(Data entries)
■ ■ ■ ■ ■

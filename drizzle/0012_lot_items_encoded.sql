ALTER TABLE `lot_stats` ADD `items_mark` text;--> statement-breakpoint
ALTER TABLE `lot_stats` ADD `items_gzip` blob;--> statement-breakpoint
ALTER TABLE `lot_stats` ADD `items_br` blob;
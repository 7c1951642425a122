// ESLint 9 flat config: JavaScript and TypeScript recommendations everywhere, React hooks and
// accessibility rules for the client. Import boundaries are checked separately by
// tests/support/check-imports.ts (both run by `npm run lint`).
import js from '@eslint/js';
import tseslint from 'typescript-eslint';
import reactHooks from 'eslint-plugin-react-hooks';
import jsxA11y from 'eslint-plugin-jsx-a11y';
import comments from '@eslint-community/eslint-plugin-eslint-comments/configs';
import globals from 'globals';

export default tseslint.config(
  { ignores: ['dist/', 'data/', 'node_modules/', 'coverage/', 'reports/', '.stryker-tmp/', 'drizzle/', 'public/'] },
  js.configs.recommended,
  ...tseslint.configs.recommended,
  comments.recommended,
  {
    languageOptions: { ecmaVersion: 2023, sourceType: 'module', globals: { ...globals.node } },
    rules: {
      // Unused names: the type check refuses unused locals; arguments and caught errors named with a
      // leading underscore are kept on purpose (Express error handlers need four parameters).
      '@typescript-eslint/no-unused-vars': ['error', { argsIgnorePattern: '^_', varsIgnorePattern: '^_', caughtErrorsIgnorePattern: '^_' }],
      // Every disable comment says why, after "--" on the same line.
      '@eslint-community/eslint-comments/require-description': ['error', { ignore: [] }],
      '@eslint-community/eslint-comments/no-unused-disable': 'error',
    },
  },
  {
    files: ['src/**/*.{ts,tsx}'],
    languageOptions: { globals: { ...globals.browser } },
    plugins: { 'react-hooks': reactHooks },
    rules: {
      ...reactHooks.configs['recommended-latest'].rules,
      // These two report only what React Compiler would skip; Lugbook does not build with the
      // compiler, and react-hook-form, TanStack Table and TanStack Virtual are used as documented.
      'react-hooks/incompatible-library': 'off',
      'react-hooks/preserve-manual-memoization': 'off',
    },
  },
  {
    files: ['src/**/*.tsx'],
    ...jsxA11y.flatConfigs.recommended,
    rules: {
      ...jsxA11y.flatConfigs.recommended.rules,
      // Focus moves to the first field only on screens whose one job is that form (sign-in, the
      // bench's scan-and-read entry, a confirmation): what the person came to do, announced by the
      // field's label.
      'jsx-a11y/no-autofocus': 'off',
      // A scrolling table is a focusable labelled region, so keyboard users can scroll it.
      'jsx-a11y/no-noninteractive-tabindex': ['error', { tags: [], roles: ['tabpanel', 'region'], allowExpressionValues: true }],
    },
  },
);
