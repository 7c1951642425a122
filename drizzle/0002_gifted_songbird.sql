ALTER TABLE `harnesses` ADD `layout` text DEFAULT 'one-pickup' NOT NULL;--> statement-breakpoint
ALTER TABLE `harnesses` ADD `selector` integer DEFAULT 0 NOT NULL;--> statement-breakpoint
ALTER TABLE `harnesses` ADD `options` text DEFAULT '{}' NOT NULL;--> statement-breakpoint
ALTER TABLE `harnesses` ADD `knobs` text;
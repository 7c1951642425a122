ALTER TABLE `jobs` ADD `before_harness_id` integer;--> statement-breakpoint
ALTER TABLE `jobs` ADD `before_design` text;--> statement-breakpoint
ALTER TABLE `jobs` ADD `recording_chain` text;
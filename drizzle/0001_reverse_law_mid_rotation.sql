-- The reverse audio law's parameter m is now y(0.5), its mid-rotation value, as for every other
-- law (shared/taper/law.ts). Saved harness designs stored the mirrored audio law's m, whose
-- y(0.5) is 1 − m; each such value becomes 1 − m, which leaves the curve unchanged.
UPDATE `harnesses` SET `values` = json_set(`values`, '$.volumeLaw.m', 1 - json_extract(`values`, '$.volumeLaw.m'))
WHERE json_extract(`values`, '$.volumeLaw.kind') = 'reverse' AND json_type(`values`, '$.volumeLaw.m') IN ('real', 'integer');
--> statement-breakpoint
UPDATE `harnesses` SET `values` = json_set(`values`, '$.toneLaw.m', 1 - json_extract(`values`, '$.toneLaw.m'))
WHERE json_extract(`values`, '$.toneLaw.kind') = 'reverse' AND json_type(`values`, '$.toneLaw.m') IN ('real', 'integer');
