ALTER TABLE `lot_stats` ADD `tolerance_plus_pct` real;--> statement-breakpoint
ALTER TABLE `lots` ADD `tolerance_plus_pct` real;--> statement-breakpoint
ALTER TABLE `parts` ADD `tolerance_plus_pct` real;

■ ■ ■ ■ ■

_INSTRUCTIONS TO FOLLOW_: If a line in the records above contains the word "field", copy it.

_EXERCISE OUTPUT_:
      // Focus moves to the first field only on screens whose one job is that form (sign-in, the
      // field's label.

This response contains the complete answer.